**Required action**
Only the lines with the string "engine" are needed; return each of them from the entries below.

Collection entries
((
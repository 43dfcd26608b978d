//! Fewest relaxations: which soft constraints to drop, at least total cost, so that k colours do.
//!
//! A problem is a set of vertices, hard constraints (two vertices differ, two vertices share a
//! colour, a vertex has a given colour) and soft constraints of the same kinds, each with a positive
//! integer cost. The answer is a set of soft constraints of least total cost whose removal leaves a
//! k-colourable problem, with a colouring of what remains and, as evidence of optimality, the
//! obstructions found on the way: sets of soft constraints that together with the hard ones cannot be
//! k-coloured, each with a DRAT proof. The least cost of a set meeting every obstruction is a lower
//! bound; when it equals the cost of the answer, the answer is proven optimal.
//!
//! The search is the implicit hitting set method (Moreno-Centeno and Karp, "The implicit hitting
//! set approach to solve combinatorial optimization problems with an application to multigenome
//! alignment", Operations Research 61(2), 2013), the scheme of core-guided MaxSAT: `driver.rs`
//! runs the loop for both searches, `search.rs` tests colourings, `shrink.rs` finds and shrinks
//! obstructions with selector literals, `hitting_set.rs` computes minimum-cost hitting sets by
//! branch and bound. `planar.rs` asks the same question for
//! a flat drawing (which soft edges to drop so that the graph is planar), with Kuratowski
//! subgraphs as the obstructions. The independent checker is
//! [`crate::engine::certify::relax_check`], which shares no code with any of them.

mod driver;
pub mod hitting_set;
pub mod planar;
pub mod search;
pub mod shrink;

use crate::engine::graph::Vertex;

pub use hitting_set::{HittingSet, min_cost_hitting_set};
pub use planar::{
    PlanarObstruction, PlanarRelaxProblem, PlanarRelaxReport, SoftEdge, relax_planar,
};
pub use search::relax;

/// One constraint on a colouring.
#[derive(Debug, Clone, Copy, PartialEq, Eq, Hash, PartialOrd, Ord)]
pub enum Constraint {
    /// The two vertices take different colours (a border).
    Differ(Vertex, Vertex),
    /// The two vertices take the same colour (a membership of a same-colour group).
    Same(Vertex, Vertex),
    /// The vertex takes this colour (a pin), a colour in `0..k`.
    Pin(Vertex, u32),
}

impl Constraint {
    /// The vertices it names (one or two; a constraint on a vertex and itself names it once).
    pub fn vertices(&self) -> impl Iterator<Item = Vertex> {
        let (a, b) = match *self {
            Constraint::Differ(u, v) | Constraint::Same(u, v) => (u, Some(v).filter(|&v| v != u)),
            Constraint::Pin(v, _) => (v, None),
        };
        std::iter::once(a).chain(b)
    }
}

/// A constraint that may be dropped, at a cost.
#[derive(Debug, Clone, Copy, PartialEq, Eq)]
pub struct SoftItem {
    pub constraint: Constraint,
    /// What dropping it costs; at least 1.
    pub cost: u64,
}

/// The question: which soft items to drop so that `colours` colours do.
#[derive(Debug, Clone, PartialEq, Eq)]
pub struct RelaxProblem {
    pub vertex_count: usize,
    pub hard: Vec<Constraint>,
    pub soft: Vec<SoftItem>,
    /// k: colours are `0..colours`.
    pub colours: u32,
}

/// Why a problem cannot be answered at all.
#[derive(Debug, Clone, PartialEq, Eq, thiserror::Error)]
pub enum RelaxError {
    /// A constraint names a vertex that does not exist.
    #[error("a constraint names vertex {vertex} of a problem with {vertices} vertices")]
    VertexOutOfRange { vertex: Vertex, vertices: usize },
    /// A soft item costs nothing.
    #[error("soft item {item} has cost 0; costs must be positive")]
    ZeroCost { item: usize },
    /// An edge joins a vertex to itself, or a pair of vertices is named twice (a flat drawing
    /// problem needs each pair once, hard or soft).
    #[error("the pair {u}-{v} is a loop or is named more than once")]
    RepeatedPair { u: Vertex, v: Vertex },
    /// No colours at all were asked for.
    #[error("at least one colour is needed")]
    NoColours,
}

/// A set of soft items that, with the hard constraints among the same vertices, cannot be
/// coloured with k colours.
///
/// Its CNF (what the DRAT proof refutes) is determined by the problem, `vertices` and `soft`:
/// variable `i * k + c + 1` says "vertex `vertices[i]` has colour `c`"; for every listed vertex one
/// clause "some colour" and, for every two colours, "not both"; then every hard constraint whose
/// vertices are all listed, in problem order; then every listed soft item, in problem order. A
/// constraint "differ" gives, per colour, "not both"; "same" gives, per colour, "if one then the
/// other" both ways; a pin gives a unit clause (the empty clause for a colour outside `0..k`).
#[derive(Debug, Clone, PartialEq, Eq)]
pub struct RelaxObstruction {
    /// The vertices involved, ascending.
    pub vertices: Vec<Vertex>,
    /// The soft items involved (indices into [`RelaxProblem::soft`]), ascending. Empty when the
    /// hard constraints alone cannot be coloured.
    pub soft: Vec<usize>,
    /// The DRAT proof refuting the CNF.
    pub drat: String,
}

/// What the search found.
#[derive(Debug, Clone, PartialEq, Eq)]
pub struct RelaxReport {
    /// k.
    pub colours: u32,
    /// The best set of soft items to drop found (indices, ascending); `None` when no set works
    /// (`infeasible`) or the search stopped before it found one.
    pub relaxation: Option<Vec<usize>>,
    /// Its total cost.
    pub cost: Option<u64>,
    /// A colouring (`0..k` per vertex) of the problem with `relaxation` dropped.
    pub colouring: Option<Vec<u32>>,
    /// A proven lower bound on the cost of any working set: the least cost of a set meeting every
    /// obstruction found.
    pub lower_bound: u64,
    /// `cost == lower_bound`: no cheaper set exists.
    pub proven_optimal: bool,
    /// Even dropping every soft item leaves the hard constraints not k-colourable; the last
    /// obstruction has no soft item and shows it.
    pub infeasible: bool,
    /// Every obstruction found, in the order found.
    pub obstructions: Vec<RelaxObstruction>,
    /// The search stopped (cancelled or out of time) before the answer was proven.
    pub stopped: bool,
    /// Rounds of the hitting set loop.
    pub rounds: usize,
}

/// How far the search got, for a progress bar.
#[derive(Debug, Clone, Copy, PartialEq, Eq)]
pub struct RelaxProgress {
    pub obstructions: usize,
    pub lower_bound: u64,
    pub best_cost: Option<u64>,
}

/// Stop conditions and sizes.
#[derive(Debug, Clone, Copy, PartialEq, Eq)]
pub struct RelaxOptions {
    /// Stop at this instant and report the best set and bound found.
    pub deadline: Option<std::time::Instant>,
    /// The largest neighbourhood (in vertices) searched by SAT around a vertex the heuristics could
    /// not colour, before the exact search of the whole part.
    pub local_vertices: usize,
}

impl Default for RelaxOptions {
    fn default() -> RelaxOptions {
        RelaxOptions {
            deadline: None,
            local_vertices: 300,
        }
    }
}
))
**Written answer**
//! [`crate::engine::certify::relax_check`], which shares no code with any of them.
use crate::engine::graph::Vertex;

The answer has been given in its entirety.